Gold ETFs are a product that is relevant to a wide spectrum of investors:
- Gold ETFs are a solid investment for investors with an equity-heavy portfolio looking to balance the risk with a stable, low-risk, cost-effective, gold-based asset.
- Gold ETFs are also a great investment for those looking to invest in gold without having to bear the costs of making and storage charges, as well as the other additional hassles of transacting in physical gold.
- Investors who want to get started with a small investment amount or those who are just starting their investment journey will also find gold ETFs helpful.
- Senior citizens looking to park their wealth in a relatively less risky asset can also look at diversifying into Gold ETFs.
How to Invest in Gold ETFs?
The first step is to open a Demat account, which allows you to buy and sell a large spectrum of investment assets, including Gold ETFs. Choose the broker of your choice after evaluating all the applicable fees and charges. You will need to furnish some basic KYC documents such as Aadhaar Card and PAN for opening your Demat account.
You must do your due diligence before investing in a Gold ETF. Once you have decided which Gold ETF to invest in, you can directly purchase it through your Demat account. A percentage will go towards brokerage charges. You will get an email confirmation and be able to track the performance of your Gold ETF in real time.

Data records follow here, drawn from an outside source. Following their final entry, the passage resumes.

"""Issuing and verifying: only a released page is registered, and a page somebody holds gets a plain answer."""

from __future__ import annotations

import datetime as dt
import io
import json
import re
import shutil
import zipfile
from dataclasses import replace
from pathlib import Path

import pytest
from hypothesis import HealthCheck, given, settings
from hypothesis import strategies as st

from briefkit.brief.check import Level, findings, stands_against
from briefkit.brief.compare import compare, revision_of
from briefkit.brief.crew_page import table_of
from briefkit.brief.export import released
from briefkit.brief.harden import harden
from briefkit.brief.identity import Brief, load_brief
from briefkit.brief.index import Result, index_of, relist
from briefkit.brief.issue import State, digest, find_register, issue, opened, verify
from briefkit.brief.register import Issued, Register, load_register
from briefkit.brief.release import standing
from briefkit.brief.standing import DRAFT
from briefkit.errors import BriefkitError

DAY = dt.date(2030, 3, 20)
IN_FORCE = dt.date(2030, 6, 1)


def make(brief: Brief, day: dt.date) -> tuple[str, str, object]:
    """A page without the notebook's part, which needs a kernel."""
    known = standing(brief, day)
    identity = brief.identity
    page = (
        f"<html><title>{identity.number} rev {identity.revision}: {identity.title}</title>{known.seal.content}</html>"
    )
    return page, known.mark, known.table or table_of(brief)


@pytest.fixture
def issued(signed: Path, tmp_path: Path) -> tuple[Path, Path, Issued]:
    """A brief, its issued page, its line in the register."""
    entry, page = issue(signed, tmp_path / "out", DAY, make)
    return signed, page, entry


def revised(folder: Path, signing, *pairs: tuple[str, str], effective: str = "2030-07-01") -> Path:
    """The next revision, from the office's desk: other dates, a line of changes; signed anew."""
    path = folder / "brief.toml"
    text = path.read_text(encoding="utf-8")
    number = load_brief(folder).identity.revision
    signing.edit(path, (f"revision = {number}\nissued", f"revision = {number + 1}\nissued"))
    old = next(line for line in text.split("\n") if line.startswith("effective"))
    change = f'[[changes]]\nrevision = {number + 1}\ntext = "Next"\n'
    signing.edit(
        path, (old, f"effective = {effective}"), ("[[changes]]\nrevision = 0", f"{change}\n[[changes]]\nrevision = 0")
    )
    for file, *pair in pairs:
        signing.edit(folder.parent / file, tuple(pair))
    return signing(folder)


@pytest.mark.slow
def test_a_signed_brief_is_issued_registered_and_archived(issued) -> None:
    folder, page, entry = issued
    register = load_register(folder.parent)
    assert register.issued == (entry,)
    assert entry.page == digest(page.read_bytes())
    assert (entry.number, entry.revision, entry.brief, entry.registered) == ("NB-2T-001", 0, "vellmark-2t", DAY)
    assert [turn.mass for turn in entry.turns] == ["2,006 lb", "1,900 lb", "1,800 lb", "1,750 lb", "1,700 lb"]
    with zipfile.ZipFile(folder.parent / "issued" / "NB-2T-001-rev-0.zip") as archive:
        names = archive.namelist()
        assert archive.read("NB-2T-001.html") == page.read_bytes()
    made_from = {"aircraft/pelquill-2t.toml", "brief/brief.ipynb", "brief/brief.toml", "operation.toml"}
    assert {"NB-2T-001.html", *made_from} <= set(names)
    assert verify(page, register, IN_FORCE).state is State.AS_REGISTERED
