@pytest.mark.slow
def test_a_slip_is_refused_where_it_is_or_changes_nothing(world: Path, examples: Path) -> None:
    choose = random.Random(SEED)
    made = all_slips(examples)
    each = COUNT // len(made) + 1
    chosen = [slip for kind in made for slip in choose.sample(made[kind], min(each, len(made[kind])))]
    rest = [slip for kind in made for slip in made[kind] if slip not in chosen]
    chosen = (chosen + choose.sample(rest, min(len(rest), max(0, COUNT - len(chosen)))))[:COUNT]
    originals = {file: values(load(world, examples, file)) for file in FILES}
    counts: Counter[tuple[str, str]] = Counter()
    wrong = []
    for slip in chosen:
        outcome, said = tried(world, examples, slip, originals[slip.file])
        why = not_detectable(slip) if outcome == "changed" else ""
        counts[slip.kind, "not detectable" if why else outcome] += 1
        if (outcome == "changed" and not why) or said.startswith("SILENT"):
            wrong.append(f"{outcome}: {slip.file}:{slip.line} {slip.kind}: {slip.what} {said[:300]}")
    print()
    for kind in made:
        print(f"{kind}: " + ", ".join(f"{outcome} {n}" for (k, outcome), n in sorted(counts.items()) if k == kind))
    assert wrong == []
    assert len(chosen) == COUNT
    # Few enough to read: of what can be seen in a file nothing passes in silence.
    assert sum(n for (_, outcome), n in counts.items() if outcome == "not detectable") <= COUNT // 20


# -- changed digits --------------------------------------------------------------------------------------------------


def digit_slips(text: str) -> Iterator[tuple[str, Slip]]:
    """Every digit of every number of an aircraft file, each changed once: (which part of the file, the slip)."""
    choose = random.Random(SEED)
    part, key = "", ""
    for number, line, inside in lines_of(text):
        if line.startswith("["):
            part = line.strip("[]").split("]")[0]
        match = KEY.fullmatch(line)
        key = match[2] if match else key
        if line.lstrip().startswith(
            ("#", "label", "text", "source", "reason", "name", "serials", "rises", "similarity")
        ):
            continue
        values_ = re.sub(r'source = "[^"]*"|#.*', lambda found: " " * len(found[0]), line)
        if not inside and not match:
            continue
        for at, letter in enumerate(values_):
            if letter.isdigit() and not re.match(r"\d*F", values_[at:]) and "m2" not in values_[at - 1 : at + 1]:
                other = choose.choice([digit for digit in "0123456789" if digit != letter])
                changed = line[:at] + other + line[at + 1 :]
                yield (
                    f"{part}.{key}",
                    Slip("", "digit", number, with_line(text, number, changed), f"{line.strip()} -> {changed.strip()}"),
                )


@pytest.mark.slow
@pytest.mark.parametrize("name", AIRCRAFT)
def test_changed_digits_are_classed(examples: Path, tmp_path: Path, name: str) -> None:
    path = tmp_path / f"{name}.toml"
    text = (examples / "aircraft" / f"{name}.toml").read_text(encoding="utf-8")
    path.write_text(text, encoding="utf-8")
    original = values(load_configurations(path))
    counts: dict[str, Counter[str]] = {}
    for part, slip in digit_slips(text):
        path.write_text(slip.text, encoding="utf-8")
        tally = counts.setdefault(part, Counter())
        try:
            loaded = load_configurations(path)
        except FaultyFile:
            tally["refused"] += 1
            continue
        kinds = {one.kind for aircraft in loaded.values() for one in unanswered(aircraft)}
        if kinds:
            tally["found"] += 1
            tally.update(f"  {kind}" for kind in kinds)
        else:
            tally["same" if values(loaded) == original else "not detectable"] += 1
    print(f"\n{name}")
    for part, tally in counts.items():
        print(f"  {part}: " + ", ".join(f"{kind} {n}" for kind, n in tally.most_common()))
    chart = counts["vne.power_on.chart"]
    caught, missed = chart["refused"] + chart["found"], chart["not detectable"]
    print(f"  chart: {caught / (caught + missed):.0%} of {caught + missed} changed digits refused or found")
    # Measured when written: 93, 86 and 93 %. What is missed is within 3 kt of the typed figure, but for a few.
    assert caught >= 0.8 * (caught + missed)


def unanswered(aircraft: Aircraft) -> list[EntryFinding]:
    every = [*all_findings(aircraft), *similarity_findings(aircraft)]
    return [one for one in every if not answered(aircraft, one)]
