"""500 hostile strings, in every text field of a brief in turn: nothing of them runs, fetches or breaks the page."""

from __future__ import annotations

import re
import warnings
from typing import Any

import hostile
import html5lib
import pytest

from briefkit.brief.identity import load_brief

pytestmark = pytest.mark.slow

_NEVER = {
    "script", "iframe", "frame", "object", "embed", "link", "base", "form", "input", "button", "textarea", "select",
    "math", "foreignobject", "use", "animate", "set", "template", "noscript", "xmp", "plaintext", "audio",
    "video", "source",
}  # fmt: skip


@pytest.fixture(scope="module")
def brief(examples):
    return load_brief(examples / "ysbrane-4h")


@pytest.fixture(scope="module")
def pages(brief) -> list[tuple[str, list[str]]]:
    return list(hostile.pages(brief))


def test_500_strings_meet_every_text_field_in_at_most_40_pages(brief, pages):
    strings = [string for one in hostile.CLASSES.values() for string in one]
    assert len(strings) == len(set(strings)) == 500
    assert len(pages) <= 40
    assert hostile.count(brief) > 200
    assert set(strings) <= {string for _, used in pages for string in used}
    # turn by turn a field meets another class, and after the last turn it has met them all
    of = {string: name for name, one in hostile.CLASSES.items() for string in one}
    for place in range(hostile.count(brief)):
        assert len({of[used[place]] for _, used in pages}) == len(hostile.CLASSES)


def elements(tree: Any) -> list[Any]:
    return [node for node in tree.iter() if isinstance(node.tag, str)]


def test_every_page_is_valid_and_holds_nothing_that_runs_or_fetches(pages):
    for page, _ in pages:
        with warnings.catch_warnings():
            warnings.simplefilter("ignore", DeprecationWarning)
            tree = html5lib.HTMLParser(strict=True, namespaceHTMLElements=False).parse(page)
        found = elements(tree)
        assert len(found) > 300
        assert sum(node.tag == "style" for node in found) == 1
        assert sum(node.tag == "meta" and "http-equiv" in node.attrib for node in found) == 1
        for node in found:
            assert node.tag.rpartition("}")[2].lower() not in _NEVER
            for name, value in node.attrib.items():
                name = str(name).lower()
                assert not name.startswith("on")
                assert name not in ("style", "srcset", "action", "formaction", "background", "ping", "poster")
                if "href" in name:
                    assert re.fullmatch(r"#[A-Za-z0-9_.:\-]+", value)
                if name == "src":
                    assert value.startswith("data:image/")


def test_the_words_are_still_there_to_be_read(pages):
    """Escaped, not dropped: a name with an angle bracket in it prints as it was typed."""
    shown = 0
    for page, used in pages:
        with warnings.catch_warnings():
            warnings.simplefilter("ignore", DeprecationWarning)
            tree = html5lib.parse(page, namespaceHTMLElements=False)
        text = re.sub(r"\s+", " ", "".join(tree.find("body").itertext()))
        heading = used[1]  # the document's title, which stands in the control sheet
        title = re.sub(r"[\s\0]+", " ", heading).strip()
        shown += title in text
    assert shown >= len(pages) - 1  # control letters alone may be shown as something else


def test_the_margin_boxes_hold_one_string_each(pages):
    """A document number cannot end the CSS string it stands in."""
    for page, _ in pages:
        style = re.search(r"<style>(.*?)</style>", page, re.DOTALL)
        assert style is not None
        boxes = re.findall(r"@top-left \{ content: (.*) \}", style[1])
        assert len(boxes) == 1
        assert re.fullmatch(r'"(?:[A-Za-z0-9 ]|\\[0-9a-f]{1,6} )*";', boxes[0])


def test_a_half_letter_from_a_notebook_is_refused_or_replaced(brief):
    """JSON may hold half of a surrogate pair, which no page can be written with."""
    from briefkit.brief.crew_page import crew_page
    from briefkit.brief.export import compose
    from briefkit.brief.run import Ran, Words

    page = compose(crew_page(brief, "0"), Ran((Words("x", "half \ud83d letter", {}),), ()), brief.identity.folder)
    assert "half \ufffd letter" in page.encode("utf-8").decode("utf-8")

Tips on Investing in a Gold ETF
- Do not invest over 20% of your portfolio in Gold ETFs. This asset is about diversification, not long-term wealth creation.
- You should ideally have a well-planned overall investment strategy before you start investing in Gold ETFs.
Historical data suggests equity markets are always susceptible to external events and can be volatile. With increasing financial awareness, investors are considering investing in gold to balance their higher-risk portfolios with an evergreen asset class such as gold. However, instead of limiting one’s options to investing in physical gold, which can be a cumbersome process and also much more expensive, one can consider investing in Gold ETFs. Accompanied by benefits such as ease of transaction, cost-effectiveness, low risk, higher liquidity, and ease of access, Gold ETFs are emerging as a preferred investment instrument for a wide spectrum of investors. When choosing to invest in the top gold ETFs in India, ensure that you do your research and only then make a purchase.
FAQs about Gold ETFs
Are a Demat account and trading account mandatory for investing in Gold ETFs?
Since Gold ETFs are traded just like shares on the stock exchange, it is mandatory to open a Demat account to facilitate the purchase and sale of Gold ETFs. With technological advances, this is a straightforward process and can even be completed via a smartphone.
What is the purity associated with each unit of Gold ETF?
The Securities and Exchange Board of India (SEBI), the main regulatory body for securities and commodity markets in India, requires that Gold ETF represents 99.5% of purity.
Are gold ETFs actively managed funds?
Gold ETFs are passively managed investment instruments whose prices depend on the real-time prices of gold. This is the reason the expense ratio of most Gold ETFs is low.
What are the benefits of gold ETFs over physical gold?
Gold ETFs bring several benefits to the investment table. The purity of gold is at least 99.5% and is regulated by SEBI, the main regulator for securities and commodity markets in India. One can buy and sell Gold ETFs in real-time, unlike physical gold, which comes with several other requirements. Gold ETFs are listed and traded on the stock exchange; hence, their prices are easily visible, bringing transparency to the transactions. Tax efficiency is another benefit of Gold ETFs, unlike physical gold, you need not pay any additional taxes such as CESS, GST.
Is ETF a mutual fund?
Gold ETF is an exchange-traded fund. Though it is a type of fund, it is traded more like a stock and can be purchased and sold on the stock exchange, unlike regular mutual funds. Gold ETFs are merely one type of ETF. Others are based on commodities such as oil or silver, as well as assets like equity, and bonds, and some are based on currencies.